Thanks guys I will look into both programs.  That Kodak Software is going to fo I never use it.

Tom


----------



## badger (May 31, 2008)

Good, and Free.

http://www.getpaint.net/

I use it all the time.  You need dot net installed, but most windows computers have it already.

badger


----------



## toolcrazy (Jun 1, 2008)

I have used many of the free and a few of the commercial photo programs, including Photoshop. A lot of the free programs are either impossible to use, or they just don't compress or edit the photos very well, leaving them badly digitized. My fav is Adobe Photoshop, but that is too expensive for most budgets.
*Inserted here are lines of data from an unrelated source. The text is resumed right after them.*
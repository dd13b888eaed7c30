import type { InStatement } from '@libsql/client'
import type { Access } from '../../../utils/access/roles'
import type { EventResult } from '../../../utils/contract/custody'

/** Events that one person hands over at once. */
export interface Posting {
  /** As received, each parsed on its own. */
  events: unknown[]
  access: Access
  /** When the server took them, UTC milliseconds. */
  now: number
  /** What the sender's clock read when it sent them, UTC milliseconds; null where it did not say. */
  deviceNow: number | null
  /** A dispatch: it may write the kinds that need papers, and all of it is stored or none. */
  dispatch?: Dispatch
}

/** What is written in one commit with the events of a dispatch. */
export interface Dispatch {
  /**
   * Further statements of the same commit. Each must carry the guard's condition, which holds only when every
   * event of the dispatch was written.
   */
  alongside: (guard: Guard) => InStatement[]
}

/** A condition for a WHERE clause, with its arguments. */
export interface Guard { sql: string, args: (string | number | null)[] }

export type { EventResult }
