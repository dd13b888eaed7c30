import type { InStatement } from '@libsql/client'
import type { AnyRecordedEvent } from '../../../utils/custody/event'
import type { Database } from '../database/database'
import { directory } from '../directory/directory'
import { rebuiltCache } from './caches'
import { foldContext } from './foldContext'
import { logRow, recordedEvent, SELECT_LOG } from './logRow'

const PAGE_ROWS = 1_000

/**
 * Makes every cache of the custody log again from the log alone, cylinder by cylinder.
 *
 * @returns how many cylinders and events it went through.
 */
export async function rebuildCaches(db: Database): Promise<{ cylinders: number, events: number }> {
  const context = foldContext(await directory(db, true))
  await db.write(['DELETE FROM movements', 'DELETE FROM label_claims', 'DELETE FROM cylinders'])
  let cylinders = 0
  let events = 0
  let waiting: InStatement[] = []
  let open: AnyRecordedEvent[] = []
  const close = () => {
    if (open.length === 0) return
    waiting.push(...rebuiltCache(open[0]!.cylinderId, open, context))
    cylinders++
    open = []
  }
  let after: [string, number] | null = null
  for (;;) {
    const result = await db.readClient.execute({
      sql: `${SELECT_LOG} ${after ? 'WHERE (cylinder_id, version) > (?, ?)' : ''} ORDER BY cylinder_id, version LIMIT ${PAGE_ROWS}`,
      args: after ?? [],
    })
    for (const raw of result.rows) {
      const event = recordedEvent(logRow(raw))
      if (open[0] && open[0].cylinderId !== event.cylinderId) close()
      open.push(event)
      events++
      after = [event.cylinderId, event.version]
    }
    if (result.rows.length < PAGE_ROWS) close()
    await db.write(waiting)
    waiting = []
    if (result.rows.length < PAGE_ROWS) return { cylinders, events }
  }
}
But one I have found that is easy to use and very powerful is Adobe Photoshop Elements 5. Evey photo I post here is touched up, cropped and edited with this program. It is commercial, but worth every penny. And this is coming from a die hard Paint Shop Pro user and the owner of Photoshop.


----------



## PaulDoug (Jun 1, 2008)

I'm a novice at the photo stuff but I have been using Picnik because it is easy enought for me to understand and free.

http://www.picnik.com/


----------



## bfrikken (Jun 1, 2008)

use GIMP.  It is free and on par with Photoshop and Paint Shop pro type programs.  It can be a little overwhelming when you first try it, but there are a lot of tutorials and it is very capable.


----------



## stevers (Jun 1, 2008)

I use this and like it. Pretty good even without upgrade. The basic program is free. 

http://www.fxfoto.com/fxhome.htm

Just my 2 cents.


----------



## VisExp (Jun 1, 2008)

I've used Photshop in the past.  It is one of the best out there with a price to match.  I was saving to buy it and Gerry recommended Corel Paint Shop Pro X2 to me.  It is reasonably priced, around $80, and has done all I've needed it to do for posting pictures here and building a website.  

Bear in mind though that the best pictures don't come from your editing software but should come from your camera   Ideally there shouldn't be a need for more than sharpening and resizing.


----------



## randyrls (Jun 1, 2008)

> _Originally posted by VisExp_
> 
> 
> Bear in mind though that the best pictures don't come from your editing software but should come from your camera   Ideally there shouldn't be a need for more than sharpening and resizing.



To join the thread;   Agreed;  If the photo is in focus, and properly exposed, only a minor touch-up is needed.  If a photo is out of focus, or under exposed, no amount of fixing will make it look good.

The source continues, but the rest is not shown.